Vampires, Zombies, Bodices, and Perps:
Genre in Creative Writing
by Abby Bardi
The essays in this collection were originally presented at the Northeast Modern Language Association convention in Boston in March of 2020 on the cusp of the global COVID-19 pandemic. My reason for proposing the panel was simple: I had spent decades in my creative writing classes wrestling with the central questions it posed, and I wanted answers:
How do challenges to the traditional boundaries of genre impact the teaching of creative writing? How might fiction, drama, and even poetry address these challenges? How can the conventions and tropes of genre fiction be used fruitfully in literary writing? What role does genre fiction play in the creative writing classroom?
While my underlying motives were partly selfish, the topic seemed especially timely because, as these papers will all make clear, what we do in our classes has significant implications beyond the classroom. While our NeMLA panel may have had an inkling about the looming threat of COVID-19, we could not have predicted the varied and profound expressions of the social justice movement that would flower that summer as a result of the murder of George Floyd. These papers looked forward to some of the central questions that movement has posed: whose lives matter, and who controls the narratives of those lives? As Mathew Salesses points out in his important 2021 book Craft in the Real World, the pedagogical decisions we make in creative writing classes have real-world reverberations, and discussions of craft “are never neutral” (xv). The way we approach the question of genre fiction in the creative writing classroom is not just a question of pure craft but of whose cultural values and expectations we accept as the norm, and which values we seek to purvey.

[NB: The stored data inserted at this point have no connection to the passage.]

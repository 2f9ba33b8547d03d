//! Tables as CSV: header `sw,krw,krn,pc_pa`, numbers in shortest
//! round-trip form, `#` comment lines skipped when reading.

use super::TableRows;
use super::file_rows::{check_rows, parse_number, shortest};
use crate::error::TableError;

/// The CSV header of [`write_csv`].
pub const CSV_HEADER: [&str; 4] = ["sw", "krw", "krn", "pc_pa"];

/// Writes rows as CSV text with header `sw,krw,krn,pc_pa` (Pc in Pa).
/// Numbers use the shortest form that reads back to the same `f64`.
pub fn write_csv(rows: &TableRows) -> Result<String, TableError> {
    check_rows(rows)?;
    let mut w = csv::Writer::from_writer(Vec::new());
    let csv_err = |e: csv::Error| TableError::Parse {
        line: 0,
        detail: e.to_string(),
    };
    w.write_record(CSV_HEADER).map_err(csv_err)?;
    for i in 0..rows.len() {
        w.write_record([
            shortest(rows.sw[i]),
            shortest(rows.krw[i]),
            shortest(rows.krn[i]),
            shortest(rows.pc_pa[i]),
        ])
        .map_err(csv_err)?;
    }
    let bytes = w.into_inner().map_err(|e| TableError::Parse {
        line: 0,
        detail: e.to_string(),
    })?;
    String::from_utf8(bytes).map_err(|e| TableError::Parse {
        line: 0,
        detail: e.to_string(),
    })
}

/// Reads CSV text written by [`write_csv`] (header `sw,krw,krn,pc_pa`,
/// surrounding spaces allowed, lines starting with `#` ignored).
pub fn parse_csv(text: &str) -> Result<TableRows, TableError> {
    let mut reader = csv::ReaderBuilder::new()
        .trim(csv::Trim::All)
        .comment(Some(b'#'))
        .from_reader(text.as_bytes());
    let header = reader.headers().map_err(|e| TableError::Parse {
        line: 1,
        detail: e.to_string(),
    })?;
    let names: Vec<&str> = header.iter().collect();
    if names != CSV_HEADER {
        return Err(TableError::Parse {
            line: 1,
            detail: format!(
                "header is {:?}, expected {:?}",
                names.join(","),
                CSV_HEADER.join(",")
            ),
        });
    }
    let mut rows = TableRows::default();
    for record in reader.records() {
        let record = record.map_err(|e| TableError::Parse {
            line: e.position().map_or(0, |p| p.line() as usize),
            detail: e.to_string(),
        })?;
        let line = record.position().map_or(0, |p| p.line() as usize);
        if record.len() != 4 {
            return Err(TableError::Parse {
                line,
                detail: format!("{} fields, expected 4", record.len()),
            });
        }
        let mut v = [0.0; 4];
        for (k, field) in record.iter().enumerate() {
            v[k] = parse_number(field, line)?;
        }
        rows.sw.push(v[0]);
        rows.krw.push(v[1]);
        rows.krn.push(v[2]);
        rows.pc_pa.push(v[3]);
    }
    Ok(rows)
}
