//! Saturation-function tables of a study run: the first drainage and the
//! first imbibition with computed relative permeabilities, made monotone
//! and resampled by [`build_table`], as CSV and as a keyword include file.
//!
//! Files (names fixed): `table-drainage.csv`, `table-drainage.inc`,
//! `table-imbibition.csv`, `table-imbibition.inc`. Each opens with comment
//! lines (`#` in CSV, `--` in the include file) naming the columns and
//! units, the row count, the source run (network name and hash, study
//! seed, program and version) and how the end points and monotonicity were
//! handled; both parsers of [`saturation_tables`](mod@crate::saturation_tables)
//! skip them. The include file is the water–oil table (`SWOF`) for an oil
//! run, the gas–water pair (`SWFN`, `SGFN`) when the non-aqueous label is
//! `gas` or `CO2` ([`is_gas`]); Pc in the unit asked for (bar, kPa, psi),
//! named in its header. The CSV always holds Pa.
//!
//! The tables follow the conventions of [`TableOptions::for_simulators`]
//! (common practice for simulator input): rows at simulated points from
//! the lowest simulated Sw (connate water for drainage, the start for
//! imbibition), where `krw = 0` exactly, to Sw = 1 (a last row with `krw` at
//! its end point, `krn = 0` and Pc held, when the curve ends below, as
//! imbibition does at 1 − Snr); every Pc a simulated value; the drainage
//! table keeps the entry pressure at Sw = 1.
//!
//! The samples of a process are its recorded points where the flow was
//! solved: `(Sw, krw, krn, Pc)`. A process with fewer than two such points
//! at distinct water saturations gives no table (there is no Sw range to
//! span); it is left out rather than reported as an error.

use network_core::run::RunResults;
use network_core::study::ProcessKind;

use super::{
    Curve, KeywordTableOptions, Process, SatTable, TableOptions, TableUnits, build_table,
    write_csv, write_gas_water_tables, write_keyword_table,
};
use crate::error::ReportError;
use crate::figures::process_label;

/// The tables of `results` with `n_points` rows each, as `(file name,
/// text)` pairs: for each of the first drainage and the first imbibition
/// with at least two computed kr points at distinct Sw, the CSV and then
/// the include file (see the [module docs](self)).
///
/// Errors name the file that could not be built (`n_points < 2`, or
/// non-finite simulated values).
pub fn saturation_tables(
    results: &RunResults,
    n_points: usize,
    units: TableUnits,
) -> Result<Vec<(String, String)>, ReportError> {
    let mut out = Vec::new();
    let kinds: Vec<ProcessKind> = results.outcomes.iter().map(|o| o.kind).collect();
    for (kind, process) in [
        (ProcessKind::Drainage, Process::Drainage),
        (ProcessKind::Imbibition, Process::Imbibition),
    ] {
        let Some(index) = results.outcomes.iter().position(|o| {
            o.kind == kind && o.points.iter().filter(|p| p.flow.is_some()).count() >= 2
        }) else {
            continue;
        };
        let o = &results.outcomes[index];
        let mut cols: [Vec<f64>; 4] = Default::default();
        for p in &o.points {
            if let Some(f) = p.flow {
                cols[0].push(p.saturation.sw);
                cols[1].push(f.krw);
                cols[2].push(f.krn);
                cols[3].push(p.pc_pa);
            }
        }
        let distinct = cols[0].iter().any(|&s| s != cols[0][0]);
        if !distinct {
            continue;
        }
        let stem = format!("table-{}", process.as_str());
        // The drainage entry pressure: the Pc of the first recorded point
        // where the non-aqueous phase had entered (Sw below the start).
        let entry_pc = match process {
            Process::Drainage => o
                .points
                .iter()
                .find(|p| p.saturation.sw < o.points[0].saturation.sw)
                .map(|p| p.pc_pa),
            Process::Imbibition => None,
        };
        let opts = TableOptions::for_simulators(n_points, entry_pc);
        let curve = Curve {
            process,
            sw: &cols[0],
            krw: &cols[1],
            krn: &cols[2],
            pc_pa: &cols[3],
        };
        let csv_name = format!("{stem}.csv");
        let table = build_table(&curve, &opts).map_err(|source| ReportError::Table {
            file: csv_name.clone(),
            source,
        })?;
        let label = &results.study.fluids.nonaqueous_label;
        let description = Description {
            results,
            process_name: process_label(&kinds, index),
            table: &table,
            opts: &opts,
            n_samples: cols[0].len(),
            extended: cols[0].iter().all(|&s| s < 1.0 - 1e-9),
        };
        let mut csv = String::new();
        for line in description.lines(&format!(
            "columns: sw = water saturation (fraction of pore volume), krw = water relative \
             permeability (-), krn = {} relative permeability (-), pc_pa = capillary pressure \
             Pn - Pw (Pa)",
            one_line(label)
        )) {
            csv.push_str("# ");
            csv.push_str(&line);
            csv.push('\n');
        }
        csv.push_str(
            &write_csv(&table.rows).map_err(|source| ReportError::Table {
                file: csv_name.clone(),
                source,
            })?,
        );
        let inc_name = format!("{stem}.inc");
        let mut comments = description.lines(&format!(
            "column krow holds the {} (non-aqueous phase) relative permeability",
            one_line(label)
        ));
        // The writer names the run and process itself.
        comments.retain(|c| !c.starts_with("source run:"));
        let kw_opts = KeywordTableOptions {
            source_run: description.source_run(),
            process: Some(process),
            comments,
            units,
            ..KeywordTableOptions::default()
        };
        let inc = if is_gas(label) {
            write_gas_water_tables(&table.rows, &kw_opts)
        } else {
            write_keyword_table(&table.rows, &kw_opts)
        }
        .map_err(|source| ReportError::Table {
            file: inc_name.clone(),
            source,
        })?;
        out.push((csv_name, csv));
        out.push((inc_name, inc));
    }
    Ok(out)
}

/// Whether a non-aqueous label names a gas (`gas`, `CO2`, any case), whose
/// tables are written as the gas–water family.
pub fn is_gas(label: &str) -> bool {
    matches!(label.trim().to_ascii_lowercase().as_str(), "gas" | "co2")
}

/// Replaces line breaks by spaces (for comment lines).
fn one_line(s: &str) -> String {
    s.replace(['\n', '\r'], " ")
}

struct Description<'a> {
    results: &'a RunResults,
    process_name: String,
    table: &'a SatTable,
    opts: &'a TableOptions,
    n_samples: usize,
    /// The last row is the added row at Sw = 1.
    extended: bool,
}

impl Description<'_> {
    fn source_run(&self) -> String {
        let r = self.results;
        let hash = if r.network.hash.is_empty() {
            "not recorded".to_string()
        } else {
            r.network.hash.clone()
        };
        let mut s = format!(
            "network \"{}\" (hash {hash}), study seed {}, {} {}",
            one_line(&r.network.name),
            r.study.seed,
            one_line(&r.program.name),
            one_line(&r.program.version)
        );
        if let Some(t) = &r.study.title {
            s.push_str(&format!(", study \"{}\"", one_line(t)));
        }
        s
    }

    /// The comment lines, the `columns` line given.
    fn lines(&self, columns: &str) -> Vec<String> {
        let rows = &self.table.rows;
        let rep = &self.table.report;
        let lo = rows.sw[0];
        let top = if self.extended {
            rows.sw[rows.len() - 2]
        } else {
            rows.sw[rows.len() - 1]
        };
        let mut v = vec![
            format!(
                "saturation functions of process {} from a pore-network model",
                self.process_name
            ),
            format!("source run: {}", self.source_run()),
            columns.to_string(),
            format!(
                "{} rows (row count for the table-dimension setting) at simulated points: the \
                 kr points nearest to {} evenly spaced Sw of {} simulated points{}; no \
                 interpolation, every Pc a simulated value",
                rows.len(),
                self.opts.n_points,
                self.n_samples,
                if self.extended {
                    ", and a row at Sw = 1"
                } else {
                    ""
                }
            ),
            format!(
                "end points: Sw from {lo} (the lowest simulated Sw; krw set to 0 there) to {top} \
                 (the highest simulated Sw; krn set to 0 there){}; Pc at the highest Sw: {}",
                if self.extended {
                    format!(
                        ", then to Sw = 1 with krw held at its end point {}, krn = 0 and Pc \
                         held",
                        rows.krw[rows.len() - 1]
                    )
                } else {
                    String::new()
                },
                match self.opts.pc_at_max_sw {
                    Some(p) => format!(
                        "the entry pressure {p} Pa (the first recorded Pc at which the \
                         non-aqueous phase entered)"
                    ),
                    None => "the Pc at which that Sw was first reached".to_string(),
                }
            ),
            format!(
                "made monotone: krw rising and krn falling in Sw by weighted isotonic \
                 regression, Pc falling by a running minimum from low Sw (values stay \
                 simulated ones); changed krw at {} (max {:.3e}), krn at {} (max {:.3e}), Pc \
                 at {} (max {:.3e} Pa) of {} samples; {} equal-Sw samples merged (kr: mean; \
                 Pc: the first in process order)",
                rep.krw.n_changed,
                rep.krw.max_abs_change,
                rep.krn.n_changed,
                rep.krn.max_abs_change,
                rep.pc_pa.n_changed,
                rep.pc_pa.max_abs_change,
                self.n_samples,
                rep.n_merged
            ),
            "model estimates: they complement and do not replace laboratory special core \
             analysis"
                .to_string(),
        ];
        for l in &mut v {
            *l = one_line(l);
        }
        v
    }
}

Many students come to our classes with an affinity for genre fiction. If we devalue it at the institutional level, aren’t we effectively telling them that their tastes and opinions are less valid than ours? As Audrey Heffers asks in “Rethinking Genre Boundaries: An Inclusive Pedagogy,” “What does it tell our students if, when they walk into our classroom, we outlaw witches, ghosts, and dystopias? What kind of classroom environment does this set the foundation for?” Heffers makes the important point that, in an “open and collaborative learning environment,” we have as much to learn from students as they do from us. She argues that being “inclusive in the kinds of texts assigned,” e.g., assigning genre fiction, “strengthens our pedagogy and makes the classroom environment—and perhaps the academy as a whole—feel more hospitable to students.” But, she wonders, “[c]an genre fiction ask the ‘big questions’ (questions about philosophy, morality, and the human condition) to the same degree that literary fiction can? If so, certainly this becomes a significant factor in the argument for the inclusion of genre fiction in the classroom.” Heffers concludes that the answer to this question is yes: that genre fiction addresses “serious issues” has been demonstrated repeatedly in canonical works such as 1984, Brave New World, and Fahrenheit 451, in the “magical realism” of Gabriel García Márquez, and in the “genre fiction” of writers such as Ursula K. Le Guin, Lesley Nneka Arimah, and Carmen Maria Machado. In including diverse writers and approaches in the curriculum, Heffers argues, we “challenge elitism and exclusivity.”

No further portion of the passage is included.